Thanks for the advice.


----------



## JWThiers (Apr 13, 2005)

Andy804 said:


> With the crossover cable connection between my laptop and the Tivo, would I need to install anything else on either box to transfer files from the Tivo to the PC (ICS is something I have read about)?
> 
> Who sells wired adapters for Tivo to connect to my router?
> 
> ...


Don't know a lot about your particular system but from what you have written so far it looks like you have an unhacked Standalone (SA) tivo. If this is the case if you go to the Tivo site, you can get a look at what wired and wireless USB/Ethernet adapters are compatible. If you have a hacked SA tivo or Hacked DirecTv w/Tivo you can load other drivers that are available (search around) Once you have the adapter you can connect to any router. If you decide to use a crossover cable (If you already have a router I wouldn't bother just connect to the router) you will need a special "crossover cable" to directly connect from one network device (tivo) to another ((laptop or PC) without a router. There is no discernable speed difference between using a crossover cable or going thru a router. Either way you need the USB Network Adapter either wired or wireless. If speed is of importance from slowest to fastest 802.11b, 802.11g, and wired is fastest.


----------



## classicsat (Feb 18, 2004)

Nearly any compatible USB2.0 ethernet adapter will work. I think the TiVo G adapter does just as well as most USB2.0 ethernet adapters. Connect either to your router, as it will run faster than the TiVo can supply it.

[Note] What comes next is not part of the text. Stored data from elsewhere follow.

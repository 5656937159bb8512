package org.resonancegate.criteria;

import java.util.OptionalDouble;
import org.apache.commons.math3.complex.Complex;
import org.resonancegate.dynamics.Drive;
import org.resonancegate.dynamics.Drives;
import org.resonancegate.dynamics.Load;
import org.resonancegate.dynamics.Response;
import org.resonancegate.spec.Criterion;
import org.resonancegate.spec.Excitation;
import org.resonancegate.spec.ExcitationFrequency;

/**
 * isolation: for each force, unbalance or base-motion excitation alone, the transmissibility T
 * (|force into the ground| / |applied force|, or |response| / |ground motion|) stays at or below
 * the limit; the worst excitation over the speed range counts. Order-only excitations carry no
 * load and are left out. With {@code minEfficiency} the value is 1 − T.
 */
final class IsolationRule {

    private IsolationRule() {
    }

    /**
     * T of one excitation at its frequency. The system is linear, so T is taken from a unit load
     * of the same kind: an unbalance at standstill (zero force) still has its limit T = 1 instead
     * of 0/0. A rigid body will need the peak of the ground-force vector over a cycle here.
     */
    static double transmissibility(Drive d, RuleContext ctx) {
        if (d.load() instanceof Load.Force) {
            Response r = ctx.system().respond(new Load.Force(Complex.ONE), d.omega());
            double worst = 0;
            for (Complex g : r.groundForces()) {
                worst = Math.max(worst, g.abs());
            }
            return worst;
        }
        // Base motion: the response point (the mass) along the motion's direction.
        return ctx.system().respond(new Load.GroundMotion(Complex.ONE), d.omega()).displacements().get(0).abs();
    }

    /** T of one excitation at running speed {@code speed}. */
    private static double transmissibilityAt(Excitation e, RuleContext ctx, double speed) {
        Drive d = Drives.at(e, speed, ctx.operation()).orElseThrow();
        return CriterionProblem.requireFinite(transmissibility(d, ctx), "transmissibility of '" + e.name() + "'");
    }

    static Finding evaluate(Criterion.Isolation c, RuleContext ctx) {
        if (!ctx.hasDrives()) {
            throw new CriterionProblem("isolation needs a force, unbalance or base-motion excitation; "
                    + "the spec lists only order-only ones. Add one, or remove the criterion");
        }
        // Each excitation alone, each over the whole speed range; the worst counts, the first
        // listed among equals.
        SpeedSweep.Peak peak = null;
        Excitation worst = null;
        for (Excitation e : ctx.excitations()) {
            if (e instanceof Excitation.OrderOnly) {
                continue;
            }
            boolean follows = e.frequency() instanceof ExcitationFrequency.Order;
            SpeedSweep.Peak p = ctx.fixedSpeed() || !follows
                    ? new SpeedSweep.Peak(ctx.minSpeed(), transmissibilityAt(e, ctx, ctx.minSpeed()))
                    : SpeedSweep.maximise(s -> transmissibilityAt(e, ctx, s), ctx.minSpeed(), ctx.maxSpeed(),
                    ctx.specialSpeeds(), "transmissibility of '" + e.name() + "'");
            if (peak == null || (p.value() > peak.value() && !Ties.same(p.value(), peak.value()))) {
                peak = p;
                worst = e;
            }
        }
        Drive governing = Drives.at(worst, peak.speed(), ctx.operation()).orElseThrow();
        double t = peak.value();
        OptionalDouble speedRpm = ctx.fixedSpeed() || governing.speedDependent()
                ? OptionalDouble.of(peak.speed() * 60 / (2 * Math.PI)) : OptionalDouble.empty();
        OptionalDouble hz = OptionalDouble.of(governing.frequencyHz());
        String where = " for '" + governing.source().name() + "' "
                + (speedRpm.isPresent() ? Display.speedAndFrequency(peak.speed(), governing.omega())
                : "at " + Display.hz(governing.omega()));
        if (c.limit() instanceof Criterion.IsolationLimit.MinEfficiency e) {
            double limit = e.value().value();
            double efficiency = 1 - t;
            double badness = Finding.belowBound(efficiency, limit);
            String verdict = badness > 0
                    ? " is below the required " + Display.percent(limit) + " by "
                    + Display.sig((limit - efficiency) * 100, 3) + " percentage points"
                    : " meets the required " + Display.percent(limit) + " with "
                    + Display.sig((efficiency - limit) * 100, 3) + " percentage points to spare";
            return new Finding(efficiency, limit, "1", speedRpm, hz, badness,
                    "isolation efficiency " + Display.percent(efficiency) + " (transmissibility " + Display.sig(t)
                            + ")" + where + verdict + nearest(ctx, governing.omega()));
        }
        double limit = c.limit().value().value();
        double badness = Finding.aboveBound(t, limit);
        String verdict = badness > 0
                ? " exceeds " + Display.sig(limit) + " by " + Display.percent(badness)
                : " is within " + Display.sig(limit) + " (" + Display.percent(-badness) + " below)";
        return new Finding(t, limit, "1", speedRpm, hz, badness,
                "transmissibility " + Display.sig(t) + where + verdict + nearest(ctx, governing.omega()));
    }

    static String nearest(RuleContext ctx, double omega) {
        return ctx.nearestMode(omega)
                .map(m -> "; nearest mode " + m.index() + " at " + Display.hz(m.angularFrequency()))
                .orElse("");
    }
}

For software, use TiVoPlayList. It is realtively low overhead, and does give ongoing speed. Also, tune the TiVo to a null or audio only channel, and/or pause playing back program to increase available processor resources in the TiVo.


----------



## BTUx9 (Nov 13, 2003)

from what I understand, the slow speeds are more likely to do with the overhead of decrypting/re-encrypting the stream, rather than the network connection you use.


----------



## JWThiers (Apr 13, 2005)

I can say from a practical point of view (meaning I don't know what overhead causes what) that when I transfered a show using an 802.11b adapter it would MRV transfer in just slightly faster than real time. I have since upgraded to a wired adapter to an 802.11g bridge setup and I can MRV transfer a 1 hour show in about 10 minutes.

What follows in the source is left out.